Gregson-Clark Spreader Mate is the workhorse for most of my blanket spraying (PGR, pre-e, iron, etc)
Chapin 24V Backpack for the in between stuff
Chapin 2-Gallon Pro Series for smaller batch spot spraying
Chapin 2-Gallon Poly for spot spraying non-selective herbicides on sidewalk cracks, landscape beds, etc
B&G Insecticide Sprayer for interior/exterior insect control


----------



## Mattsbay_18 (Aug 3, 2018)

1/4/4/8 gallons


----------



## Stro3579 (Jun 30, 2017)

Ware said:


> I think I have five:
> 
> 
> Gregson-Clark Spreader Mate is the workhorse for most of my blanket spraying (PGR, pre-e, iron, etc)
> ...


Does the Chaplin 2 gallon poly sprayer leak after release of handle? One of my sprayers do this and I just bought it.


----------



## Ware (Jan 28, 2017)

Stro3579 said:


> Does the Chaplin 2 gallon poly sprayer leak after release of handle? One of my sprayers do this and I just bought it.

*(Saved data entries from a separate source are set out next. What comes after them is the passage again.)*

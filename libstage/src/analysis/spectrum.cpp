// Harmonic analysis of the last whole periods of a transient signal.
//
// The signal is resampled uniformly over `periods` whole periods ending at
// the transient's last time, by the same quadratic interpolation as
// resample() (second order, like the integration formulas). Over whole
// periods the discrete Fourier sums at the harmonic frequencies are the
// trapezoidal rule for the Fourier integrals, exact for trigonometric
// polynomials below half the sampling rate.
#include "stage/spectrum.hpp"

#include <algorithm>
#include <cmath>
#include <numbers>
#include <stdexcept>

namespace stage {
namespace {

constexpr int kMinSamplesPerPeriod = 2048;
// Last two periods differing by more than this fraction of the fundamental
// amplitude count as not settled (common practice: well below the
// distortion figures of interest).
constexpr double kSettleLimit = 1e-3;

std::vector<double> uniform_samples(const TransientResult& tr, const std::vector<double>& values,
                                    double t0, double dt, int count) {
  std::vector<double> x(static_cast<std::size_t>(count));
  for (int k = 0; k < count; ++k) x[k] = interpolate(tr.time, values, t0 + k * dt);
  return x;
}

}  // namespace

SpectrumResult run_spectrum(const TransientResult& tr, const SpectrumOptions& options,
                            int periods) {
  if (!(options.fundamental > 0) || options.harmonics < 1 || periods < 1) {
    throw std::invalid_argument("a spectrum needs a positive fundamental, harmonics and periods");
  }
  SpectrumResult result;
  result.signal = options.signal.label();
  result.fundamental = options.fundamental;
  const std::vector<double>& values = tr.signal(result.signal);
  const double period = 1.0 / options.fundamental;
  const double length = tr.time.empty() ? 0.0 : tr.time.back() - tr.time.front();
  const auto whole = static_cast<int>(std::floor(length / period * (1.0 + 1e-9)));
  if (whole < 1) {
    throw std::invalid_argument("the transient is shorter than one period of the fundamental");
  }
  result.periods = std::min(periods, whole);
  if (whole < periods + 1) {
    result.settled = false;
    result.message = "the transient holds " + std::to_string(whole) + " whole period(s); " +
                     std::to_string(periods + 1) +
                     " are needed to analyse the last and check it has settled";
  }

  const int per_period = std::max(kMinSamplesPerPeriod, 32 * options.harmonics);
  const int count = per_period * result.periods;
  const double dt = period / per_period;
  const double t0 = tr.time.back() - result.periods * period;
  const std::vector<double> x = uniform_samples(tr, values, t0, dt, count);

  double sum = 0;
  for (double v : x) sum += v;
  result.dc = sum / count;
  const double w = 2.0 * std::numbers::pi * options.fundamental;
  double harmonic_power = 0;
  for (int n = 1; n <= options.harmonics; ++n) {
    double a = 0, b = 0;  // cosine and sine parts
    for (int k = 0; k < count; ++k) {
      const double phase = n * w * (t0 + k * dt);
      a += x[k] * std::cos(phase);
      b += x[k] * std::sin(phase);
    }
    a *= 2.0 / count;
    b *= 2.0 / count;
    const double amplitude = std::hypot(a, b);
    result.harmonics.push_back({n, amplitude, std::atan2(a, b) * 180.0 / std::numbers::pi});
    if (n > 1) harmonic_power += amplitude * amplitude;
  }
  const Harmonic& first = result.harmonics.front();
  result.thd = first.amplitude > 0 ? std::sqrt(harmonic_power) / first.amplitude : 0.0;

  if (options.with_noise) {
    double residual = 0;
    const double phi = first.phase_deg * std::numbers::pi / 180.0;
    for (int k = 0; k < count; ++k) {
      const double r = x[k] - result.dc - first.amplitude * std::sin(w * (t0 + k * dt) + phi);
      residual += r * r;
    }
    const double rms_fundamental = first.amplitude / std::numbers::sqrt2;
    result.thd_plus_noise =
        rms_fundamental > 0 ? std::sqrt(residual / count) / rms_fundamental : 0.0;
  }

  if (whole >= 2) {
    const double before_start = tr.time.back() - 2.0 * period;
    const std::vector<double> before = uniform_samples(tr, values, before_start, dt, per_period);
    double change = 0;
    const std::size_t last = static_cast<std::size_t>(count - per_period);
    for (int k = 0; k < per_period; ++k)
      change = std::max(change, std::abs(x[last + k] - before[k]));
    result.period_change = first.amplitude > 0 ? change / first.amplitude : change;
    if (result.period_change > kSettleLimit) {
      result.settled = false;
      result.message = "the last two periods differ by " +
                       std::to_string(100.0 * result.period_change) +
                       " % of the fundamental: the waveform has not settled; run longer";
    }
  }
  return result;
}

}  // namespace stage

I would say they all would to some extent if you don't have a CF valve, diaphragm check valve, or ball check strainer installed near the sprayer tip. The valve is usually located in the handle, so when you release the trigger whatever liquid that is left in the wand will tend to drain out via gravity. A CF valve is the most common solution to the problem you describe because it also helps you maintain constant pressure while spraying. Chapin offers them in 14.5 PSI, 21 PSI, and 29 PSI.


----------



## Stro3579 (Jun 30, 2017)

Ware said:


> Stro3579 said:
> 
> 
> > Does the Chaplin 2 gallon poly sprayer leak after release of handle? One of my sprayers do this and I just bought it.
> ...


Sweet!! What psi is needed for 2 gal sprayer?


----------



## Ware (Jan 28, 2017)

Stro3579 said:


> Sweet!! What psi is needed for 2 gal sprayer?

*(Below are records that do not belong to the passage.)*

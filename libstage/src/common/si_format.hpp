// Engineering notation for every message and report: SI prefixes, fixed
// point and percentages, and lists of names. At the bottom of the layers, so that an analysis
// can word a note with figures without reaching up into the reports.
#pragma once

#include <string>
#include <string_view>
#include <vector>

namespace stage::text {

// 0.0047 -> "4.700 m" + unit; keeps `digits` significant digits; "∞" for
// infinity, "0" for zero and for what rounds to zero in femto (a report's
// -0.000 fV of rounding noise reads as zero), powers of ten beyond tera. A
// unit of "" gives a bare number with prefix.
std::string si(double value, std::string_view unit, int digits = 4);
// The same for a figure that is small but never noise (an uncertainty):
// prefixes down to atto, powers of ten below, zero only for zero.
std::string significant(double value, std::string_view unit, int digits);

// Decibels, degrees and percentages read best without an SI prefix
// ("1.2 m°" would only confuse): fixed point, and a ratio as a percentage
// with four significant digits.
std::string fixed(double value, std::string_view unit, int decimals = 2);
std::string percent(double ratio);

// "1 analysis", "3 analyses": a count with its noun in the right number.
std::string counted(std::size_t count, std::string_view one, std::string_view many);

// Names in a list for a message: "a, b, c" (or another separator).
std::string joined(const std::vector<std::string>& names, std::string_view separator = ", ");

}  // namespace stage::text
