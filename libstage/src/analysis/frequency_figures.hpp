// The figures read off a frequency response: midband gain, the -3 dB
// corners and the unity-gain frequency. Crossings are bracketed on the sweep
// grid, then located by re-solving the circuit between the two grid points,
// so they are exact to rounding rather than to the grid spacing.
#pragma once

#include <functional>
#include <vector>

#include "stage/frequency.hpp"

namespace stage::analysis {

// gain_dB_at(f) solves the circuit at f and returns its gain in dB.
FrequencyFigures find_figures(const std::vector<double>& frequencies,
                              const std::vector<double>& gain_dB,
                              const std::function<double(double)>& gain_dB_at);

// arg(z) in degrees, moved by whole turns to lie within 180 degrees of
// `reference` (continuity along a sweep).
double unwrapped_phase_deg(std::complex<double> z, double reference_deg);

}  // namespace stage::analysis
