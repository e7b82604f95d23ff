// Engineering notation with the SI prefixes of common/si_prefixes.hpp,
// fixed-point and percent figures.
#include "common/si_format.hpp"

#include <algorithm>
#include <cmath>
#include <cstdio>

#include "common/constants.hpp"
#include "common/si_prefixes.hpp"

namespace stage::text {
namespace {

// Reports print from femto to tera: a figure outside is shown with the
// nearest of them (0.001 fA), as it always has been.
constexpr int kSmallestExponent = -15;
constexpr int kLargestExponent = 12;

}  // namespace

std::string si(double value, std::string_view unit, int digits) {
  const std::string space = unit.empty() ? "" : " ";
  if (std::isnan(value)) return "nan";
  if (std::isinf(value)) return std::string(value < 0 ? "-inf" : "inf") + space + std::string(unit);
  int exponent = 0;
  if (value != 0.0) {
    exponent = static_cast<int>(std::floor(std::log10(std::abs(value)) / 3.0)) * 3;
    exponent = std::clamp(exponent, kSmallestExponent, kLargestExponent);
  }
  double scaled = value / std::pow(10.0, exponent);
  const auto decimals_for = [digits](double v) {
    const int integer_digits = std::abs(v) >= 100 ? 3 : std::abs(v) >= 10 ? 2 : 1;
    return std::max(0, digits - integer_digits);
  };
  // 999.96 m rounds to "1000.0 m": show it as 1.000 of the next prefix.
  const double step = std::pow(10.0, -decimals_for(scaled));
  if (std::abs(std::round(scaled / step) * step) >= 1000 && exponent < kLargestExponent) {
    exponent += 3;
    scaled /= 1000;
  }
  const int decimals = decimals_for(scaled);
  char buffer[64];
  std::snprintf(buffer, sizeof buffer, "%.*f", decimals, scaled);
  return std::string(buffer) + space + std::string(*standard_prefix(exponent)) + std::string(unit);
}

std::string fixed(double value, std::string_view unit, int decimals) {
  char buffer[48];
  std::snprintf(buffer, sizeof buffer, "%.*f %s", decimals, value, std::string(unit).c_str());
  return buffer;
}

std::string percent(double ratio) {
  char buffer[32];
  std::snprintf(buffer, sizeof buffer, "%.4g %%", in_percent(ratio));
  return buffer;
}

std::string joined(const std::vector<std::string>& names, std::string_view separator) {
  std::string list;
  for (const auto& n : names) list += (list.empty() ? "" : std::string(separator)) + n;
  return list;
}

}  // namespace stage::text
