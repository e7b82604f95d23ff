// Signal probes of a transient. Currents come from each device's own
// report(), the same figures the bias report prints, so both analyses agree
// on names and signs (spec section 3).
#include "analysis/signal_recorder.hpp"

#include <array>

#include "analysis/integration.hpp"
#include "stage/errors.hpp"

namespace stage::analysis {
namespace {

mna::Index node_index(const mna::System& system, const std::string& name) {
  if (name == kGround) return mna::kGroundIndex;
  const auto index = system.topology().find_node(name);
  if (!index) throw Error(ErrorKind::invalid_request, "no node named '" + name + "'", {name});
  return *index;
}

}  // namespace

SignalRecorder::SignalRecorder(const mna::System& system, const std::vector<SignalRef>& wanted,
                               double from, TransientResult& result)
    : system_(system),
      from_(from),
      result_(result),
      zero_(static_cast<std::size_t>(system.size()) + 1, 0.0) {
  if (wanted.empty()) {
    const auto& topology = system.topology();
    const auto add_unknown = [&](mna::Index i) {
      probes_.push_back({i, mna::kGroundIndex, nullptr});
      result_.signals.emplace_back().name = topology.name(i);
    };
    for (mna::Index i = 1; i <= system.size(); ++i) {
      if (topology.is_circuit_node(i)) add_unknown(i);
    }
    for (const auto& d : system.devices()) add_every_current(*d);
    for (mna::Index i = 1; i <= system.size(); ++i) {
      if (topology.kind(i) == mna::UnknownKind::temperature) add_unknown(i);
    }
  }
  for (const SignalRef& ref : wanted) {
    switch (ref.kind) {
      case SignalRef::Kind::node_voltage:
      case SignalRef::Kind::node_pair:
        probes_.push_back(
            {node_index(system, ref.a),
             ref.kind == SignalRef::Kind::node_pair ? node_index(system, ref.b) : mna::kGroundIndex,
             nullptr});
        result_.signals.emplace_back().name = ref.label();
        break;
      case SignalRef::Kind::element_current: {
        const mna::Device* device = system.find_device(ref.a);
        if (device == nullptr)
          throw Error(ErrorKind::invalid_request, "no element named '" + ref.a + "'", {ref.a});
        add_current(*device, ref.label());
        break;
      }
    }
  }
  for (auto* buffer : {&now_, &before_, &stage_, &newest_, &slope_start_, &slope_end_}) {
    buffer->assign(probes_.size(), 0.0);
  }
}

void SignalRecorder::add_every_current(const mna::Device& device) {
  if (!device.reported_current(system_.request(zero_.data()))) return;
  probes_.push_back({mna::kGroundIndex, mna::kGroundIndex, &device});
  result_.signals.emplace_back().name = device.name() + ".current";
}

void SignalRecorder::add_current(const mna::Device& device, const std::string& name) {
  if (!device.reported_current(system_.request(zero_.data()))) {
    throw Error(ErrorKind::invalid_request, "element '" + device.name() + "' reports no current",
                {device.name()});
  }
  probes_.push_back({mna::kGroundIndex, mna::kGroundIndex, &device});
  result_.signals.emplace_back().name = name;
}

void SignalRecorder::read(double t, const std::vector<double>& x, std::span<double> out) const {
  mna::EvalRequest at = system_.request(x.data());
  at.dc = false;
  at.time = t;
  for (std::size_t s = 0; s < probes_.size(); ++s) {
    const Probe& probe = probes_[s];
    out[s] =
        probe.device != nullptr ? *probe.device->reported_current(at) : x[probe.p] - x[probe.n];
  }
}

void SignalRecorder::append(double t, std::span<const double> values) {
  result_.time.push_back(t);
  for (std::size_t s = 0; s < probes_.size(); ++s) {
    TransientSignal& signal = result_.signals[s];
    signal.values.push_back(values[s]);
    // The slope leaving this sample is replaced when the next step is taken.
    signal.slope_in.push_back(slope_end_[s]);
    signal.slope_out.push_back(slope_end_[s]);
  }
}

void SignalRecorder::start(double t, const std::vector<double>& x) {
  read(t, x, now_);
  t_now_ = t;
  if (t >= from_) append(t, now_);
}

void SignalRecorder::advance(double t, const std::vector<double>& x, StepShape shape,
                             double t_stage, const std::vector<double>* x_stage) {
  read(t, x, newest_);
  if (shape == StepShape::line) {
    for (std::size_t s = 0; s < probes_.size(); ++s) {
      slope_start_[s] = slope_end_[s] = (newest_[s] - now_[s]) / (t - t_now_);
    }
  } else {
    const bool inner = shape == StepShape::through_inner_stage;
    if (inner) read(t_stage, *x_stage, stage_);
    const std::vector<double>& third = inner ? stage_ : before_;
    const std::array<double, 3> times{t_now_, inner ? t_stage : t_before_, t};
    std::array<double, 3> at_start{}, at_end{};
    derivative_weights(times, t_now_, at_start);
    derivative_weights(times, t, at_end);
    for (std::size_t s = 0; s < probes_.size(); ++s) {
      slope_start_[s] = at_start[0] * now_[s] + at_start[1] * third[s] + at_start[2] * newest_[s];
      slope_end_[s] = at_end[0] * now_[s] + at_end[1] * third[s] + at_end[2] * newest_[s];
    }
  }
  if (t_now_ >= from_) {
    for (std::size_t s = 0; s < probes_.size(); ++s) {
      result_.signals[s].slope_out.back() = slope_start_[s];
    }
  }
  if (t >= from_) append(t, newest_);
  std::swap(before_, now_);
  std::swap(now_, newest_);
  t_before_ = t_now_;
  t_now_ = t;
}

}  // namespace stage::analysis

I would go with one of the lower PSI options. Maintaining a system pressure >29 PSI with an inexpensive hand can might be difficult.


----------



## Xoque (Jul 10, 2018)

4 in total. I have two 4 gallon hand pump backpacks and one 24V 4 gallon Chapin. And 1 gallon for larger spot treatment of nut sedges. I have several 32 ounce bottles but only need a couple since I have very few weeds. A pair of hose end sprayers.


----------



## Stro3579 (Jun 30, 2017)

Xoque said:


> 4 in total. I have two 4 gallon hand pump backpacks and one 24V 4 gallon Chapin. And 1 gallon for larger spot treatment of nut sedges. I have several 32 ounce bottles but only need a couple since I have very few weeds. A pair of hose end sprayers.


 :thumbup:


----------



## craigdt (Apr 21, 2018)

4 total.

This DIY monstrosity:









This one, that is getting the full TeeJet treatment soon:









and a couple of small hand pump ones


----------



## HomerGuy (Jun 5, 2017)

I've got four sprayers. A one gallon that I use for glyphosate, a two gallon that I use for other herbicides, a one gallon for insecticides, and a 4 gallon backpack for blanket apps.

I plan to add a tow behind sprayer to the arsenal before next season.


----------